Problem to work on: Set down the data below once more, precisely as it reads.
--- Supplied material Enclosed Below ---
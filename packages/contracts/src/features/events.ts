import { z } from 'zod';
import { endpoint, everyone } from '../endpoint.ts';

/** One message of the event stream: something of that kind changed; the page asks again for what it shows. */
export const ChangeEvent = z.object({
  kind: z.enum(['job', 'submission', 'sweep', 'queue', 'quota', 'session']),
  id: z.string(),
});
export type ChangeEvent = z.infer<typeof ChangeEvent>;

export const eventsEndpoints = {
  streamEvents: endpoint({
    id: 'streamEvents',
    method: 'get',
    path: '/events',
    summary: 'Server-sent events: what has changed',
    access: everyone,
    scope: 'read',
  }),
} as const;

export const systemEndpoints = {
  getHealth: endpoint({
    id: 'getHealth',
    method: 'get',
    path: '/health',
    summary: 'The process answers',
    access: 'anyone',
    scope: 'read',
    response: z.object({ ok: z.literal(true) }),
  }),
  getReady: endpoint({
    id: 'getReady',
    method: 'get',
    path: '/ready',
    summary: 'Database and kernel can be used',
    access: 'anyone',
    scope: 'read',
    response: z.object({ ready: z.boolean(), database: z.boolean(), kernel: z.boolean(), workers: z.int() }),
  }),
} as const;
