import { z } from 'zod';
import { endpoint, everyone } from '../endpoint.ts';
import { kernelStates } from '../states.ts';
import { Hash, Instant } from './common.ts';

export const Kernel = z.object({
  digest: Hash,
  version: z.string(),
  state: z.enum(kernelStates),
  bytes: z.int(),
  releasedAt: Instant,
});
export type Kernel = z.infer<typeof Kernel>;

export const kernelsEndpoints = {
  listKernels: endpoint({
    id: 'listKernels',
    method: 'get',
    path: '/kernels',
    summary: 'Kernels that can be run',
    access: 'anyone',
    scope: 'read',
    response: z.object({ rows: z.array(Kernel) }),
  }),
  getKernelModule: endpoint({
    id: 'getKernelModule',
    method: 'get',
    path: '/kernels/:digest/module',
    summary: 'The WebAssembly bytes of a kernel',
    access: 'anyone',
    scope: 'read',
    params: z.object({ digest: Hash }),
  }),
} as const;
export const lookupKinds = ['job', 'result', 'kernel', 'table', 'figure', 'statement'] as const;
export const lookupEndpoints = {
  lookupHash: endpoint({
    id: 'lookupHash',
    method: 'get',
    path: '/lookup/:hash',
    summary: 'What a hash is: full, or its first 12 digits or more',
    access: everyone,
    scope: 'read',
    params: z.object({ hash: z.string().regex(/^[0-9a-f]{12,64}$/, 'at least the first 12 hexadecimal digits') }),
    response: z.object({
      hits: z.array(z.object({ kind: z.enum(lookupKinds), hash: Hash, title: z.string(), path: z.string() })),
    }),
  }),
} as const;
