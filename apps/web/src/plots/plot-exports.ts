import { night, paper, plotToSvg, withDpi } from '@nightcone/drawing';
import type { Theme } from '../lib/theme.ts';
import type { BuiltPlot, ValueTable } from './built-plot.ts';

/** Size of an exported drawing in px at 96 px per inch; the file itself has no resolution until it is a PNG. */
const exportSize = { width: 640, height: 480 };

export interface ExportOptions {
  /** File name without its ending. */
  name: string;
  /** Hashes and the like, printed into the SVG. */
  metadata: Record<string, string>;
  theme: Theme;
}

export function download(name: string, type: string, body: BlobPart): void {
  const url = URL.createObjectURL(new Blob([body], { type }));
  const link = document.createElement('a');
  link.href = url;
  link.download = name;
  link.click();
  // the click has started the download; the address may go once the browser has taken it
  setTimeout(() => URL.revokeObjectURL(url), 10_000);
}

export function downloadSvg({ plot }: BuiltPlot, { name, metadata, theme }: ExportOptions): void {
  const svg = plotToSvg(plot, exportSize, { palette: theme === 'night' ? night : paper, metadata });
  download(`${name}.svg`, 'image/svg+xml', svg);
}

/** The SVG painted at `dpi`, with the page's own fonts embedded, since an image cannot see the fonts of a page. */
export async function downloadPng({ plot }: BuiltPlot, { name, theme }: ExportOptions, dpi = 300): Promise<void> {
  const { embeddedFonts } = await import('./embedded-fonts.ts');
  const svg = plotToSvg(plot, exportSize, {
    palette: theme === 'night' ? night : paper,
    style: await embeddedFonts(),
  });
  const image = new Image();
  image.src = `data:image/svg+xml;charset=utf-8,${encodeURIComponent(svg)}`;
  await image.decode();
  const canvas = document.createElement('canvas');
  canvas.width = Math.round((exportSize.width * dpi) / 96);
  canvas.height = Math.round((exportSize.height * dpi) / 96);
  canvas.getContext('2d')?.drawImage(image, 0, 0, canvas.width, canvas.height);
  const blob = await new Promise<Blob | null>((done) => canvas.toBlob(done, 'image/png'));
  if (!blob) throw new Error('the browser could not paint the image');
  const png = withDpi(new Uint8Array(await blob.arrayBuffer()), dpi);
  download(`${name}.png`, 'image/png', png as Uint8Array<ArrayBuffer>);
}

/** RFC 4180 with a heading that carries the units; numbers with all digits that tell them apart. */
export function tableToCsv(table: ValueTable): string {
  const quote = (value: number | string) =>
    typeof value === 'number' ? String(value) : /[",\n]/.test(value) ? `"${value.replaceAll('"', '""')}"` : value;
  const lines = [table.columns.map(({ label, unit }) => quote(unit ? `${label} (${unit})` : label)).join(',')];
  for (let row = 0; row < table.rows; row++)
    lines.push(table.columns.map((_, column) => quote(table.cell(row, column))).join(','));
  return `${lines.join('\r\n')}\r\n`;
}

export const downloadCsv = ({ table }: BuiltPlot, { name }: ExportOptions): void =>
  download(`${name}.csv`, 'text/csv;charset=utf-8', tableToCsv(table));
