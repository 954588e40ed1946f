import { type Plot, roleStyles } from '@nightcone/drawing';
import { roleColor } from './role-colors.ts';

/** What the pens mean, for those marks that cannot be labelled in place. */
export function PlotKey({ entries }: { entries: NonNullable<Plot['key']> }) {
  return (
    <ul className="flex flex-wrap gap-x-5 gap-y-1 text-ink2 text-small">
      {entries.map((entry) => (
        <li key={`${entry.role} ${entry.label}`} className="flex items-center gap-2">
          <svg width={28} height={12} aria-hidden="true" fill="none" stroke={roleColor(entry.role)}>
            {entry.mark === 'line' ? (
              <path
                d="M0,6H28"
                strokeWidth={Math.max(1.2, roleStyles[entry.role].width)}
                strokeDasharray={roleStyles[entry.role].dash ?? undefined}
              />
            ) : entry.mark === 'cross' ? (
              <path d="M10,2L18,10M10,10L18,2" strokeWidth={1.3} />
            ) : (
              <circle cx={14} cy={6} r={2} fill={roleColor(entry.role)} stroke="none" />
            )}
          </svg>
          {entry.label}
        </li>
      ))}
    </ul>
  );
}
--- End of Enclosed Supplied material ---
Response to this task:
filename packages/contracts/src/features/events.ts
import { z } from 'zod';
import { endpoint, everyone } from '../endpoint.ts';

/** One message of the event stream: something of that kind changed; the page asks again for what it shows. */
export const ChangeEvent = z.object({
  kind: z.enum(['job', 'submission', 'sweep', 'queue', 'quota', 'session']),
  id: z.string(),
});
export type ChangeEvent = z.infer<typeof ChangeEvent>;

export const eventsEndpoints = {
  streamEvents: endpoint({
    id: 'streamEvents',
    method: 'get',
    path: '/events',
    summary: 'Server-sent events: what has changed',
    access: everyone,
    scope: 'read',
  }),
} as const;

export const systemEndpoints = {
  getHealth: endpoint({
    id: 'getHealth',
    method: 'get',
    path: '/health',
    summary: 'The process answers',
    access: 'anyone',
    scope: 'read',
    response: z.object({ ok: z.literal(true) }),
  }),
  getReady: endpoint({
    id: 'getReady',
    method: 'get',
    path: '/ready',
    summary: 'Database and kernel can be used',
    access: 'anyone',
    scope: 'read',
    response: z.object({ ready: z.boolean(), database: z.boolean(), kernel: z.boolean(), workers: z.int() }),
  }),
} as const;
import { z } from 'zod';
import { endpoint, everyone } from '../endpoint.ts';
import { kernelStates } from '../states.ts';
import { Hash, Instant } from './common.ts';

export const Kernel = z.object({
  digest: Hash,
  version: z.string(),
  state: z.enum(kernelStates),
  bytes: z.int(),
  releasedAt: Instant,
});
export type Kernel = z.infer<typeof Kernel>;

export const kernelsEndpoints = {
  listKernels: endpoint({
    id: 'listKernels',
    method: 'get',
    path: '/kernels',
    summary: 'Kernels that can be run',
    access: 'anyone',
    scope: 'read',
    response: z.object({ rows: z.array(Kernel) }),
  }),
  getKernelModule: endpoint({
    id: 'getKernelModule',
    method: 'get',
    path: '/kernels/:digest/module',
    summary: 'The WebAssembly bytes of a kernel',
    access: 'anyone',
    scope: 'read',
    params: z.object({ digest: Hash }),
  }),
} as const;
export const lookupKinds = ['job', 'result', 'kernel', 'table', 'figure', 'statement'] as const;
export const lookupEndpoints = {
  lookupHash: endpoint({
    id: 'lookupHash',
    method: 'get',
    path: '/lookup/:hash',
    summary: 'What a hash is: full, or its first 12 digits or more',
    access: everyone,
    scope: 'read',
    params: z.object({ hash: z.string().regex(/^[0-9a-f]{12,64}$/, 'at least the first 12 hexadecimal digits') }),
    response: z.object({
      hits: z.array(z.object({ kind: z.enum(lookupKinds), hash: Hash, title: z.string(), path: z.string() })),
    }),
  }),
} as const;
filename apps/web/src/plots/plot-exports.ts
import { night, paper, plotToSvg, withDpi } from '@nightcone/drawing';
import type { Theme } from '../lib/theme.ts';
import type { BuiltPlot, ValueTable } from './built-plot.ts';

/** Size of an exported drawing in px at 96 px per inch; the file itself has no resolution until it is a PNG. */
const exportSize = { width: 640, height: 480 };

export interface ExportOptions {
  /** File name without its ending. */
  name: string;
  /** Hashes and the like, printed into the SVG. */
  metadata: Record<string, string>;
  theme: Theme;
}

export function download(name: string, type: string, body: BlobPart): void {
  const url = URL.createObjectURL(new Blob([body], { type }));
  const link = document.createElement('a');
  link.href = url;
  link.download = name;
  link.click();
  // the click has started the download; the address may go once the browser has taken it
  setTimeout(() => URL.revokeObjectURL(url), 10_000);
}

export function downloadSvg({ plot }: BuiltPlot, { name, metadata, theme }: ExportOptions): void {
  const svg = plotToSvg(plot, exportSize, { palette: theme === 'night' ? night : paper, metadata });
  download(`${name}.svg`, 'image/svg+xml', svg);
}

/** The SVG painted at `dpi`, with the page's own fonts embedded, since an image cannot see the fonts of a page. */
export async function downloadPng({ plot }: BuiltPlot, { name, theme }: ExportOptions, dpi = 300): Promise<void> {
  const { embeddedFonts } = await import('./embedded-fonts.ts');
  const svg = plotToSvg(plot, exportSize, {
    palette: theme === 'night' ? night : paper,
    style: await embeddedFonts(),
  });
  const image = new Image();
  image.src = `data:image/svg+xml;charset=utf-8,${encodeURIComponent(svg)}`;
  await image.decode();
  const canvas = document.createElement('canvas');
  canvas.width = Math.round((exportSize.width * dpi) / 96);
  canvas.height = Math.round((exportSize.height * dpi) / 96);
  canvas.getContext('2d')?.drawImage(image, 0, 0, canvas.width, canvas.height);
  const blob = await new Promise<Blob | null>((done) => canvas.toBlob(done, 'image/png'));
  if (!blob) throw new Error('the browser could not paint the image');
  const png = withDpi(new Uint8Array(await blob.arrayBuffer()), dpi);
  download(`${name}.png`, 'image/png', png as Uint8Array<ArrayBuffer>);
}

/** RFC 4180 with a heading that carries the units; numbers with all digits that tell them apart. */
export function tableToCsv(table: ValueTable): string {
  const quote = (value: number | string) =>
    typeof value === 'number' ? String(value) : /[",\n]/.test(value) ? `"${value.replaceAll('"', '""')}"` : value;
  const lines = [table.columns.map(({ label, unit }) => quote(unit ? `${label} (${unit})` : label)).join(',')];
  for (let row = 0; row < table.rows; row++)
    lines.push(table.columns.map((_, column) => quote(table.cell(row, column))).join(','));
  return `${lines.join('\r\n')}\r\n`;
}

export const downloadCsv = ({ table }: BuiltPlot, { name }: ExportOptions): void =>
  download(`${name}.csv`, 'text/csv;charset=utf-8', tableToCsv(table));
repository 954588e40ed1946f
import { type Plot, roleStyles } from '@nightcone/drawing';
import { roleColor } from './role-colors.ts';

/** What the pens mean, for those marks that cannot be labelled in place. */
export function PlotKey({ entries }: { entries: NonNullable<Plot['key']> }) {
  return (
    <ul className="flex flex-wrap gap-x-5 gap-y-1 text-ink2 text-small">
      {entries.map((entry) => (
        <li key={`${entry.role} ${entry.label}`} className="flex items-center gap-2">
          <svg width={28} height={12} aria-hidden="true" fill="none" stroke={roleColor(entry.role)}>
            {entry.mark === 'line' ? (
              <path
                d="M0,6H28"
                strokeWidth={Math.max(1.2, roleStyles[entry.role].width)}
                strokeDasharray={roleStyles[entry.role].dash ?? undefined}
              />
            ) : entry.mark === 'cross' ? (
              <path d="M10,2L18,10M10,10L18,2" strokeWidth={1.3} />
            ) : (
              <circle cx={14} cy={6} r={2} fill={roleColor(entry.role)} stroke="none" />
            )}
          </svg>
          {entry.label}
        </li>
      ))}
    </ul>
  );
}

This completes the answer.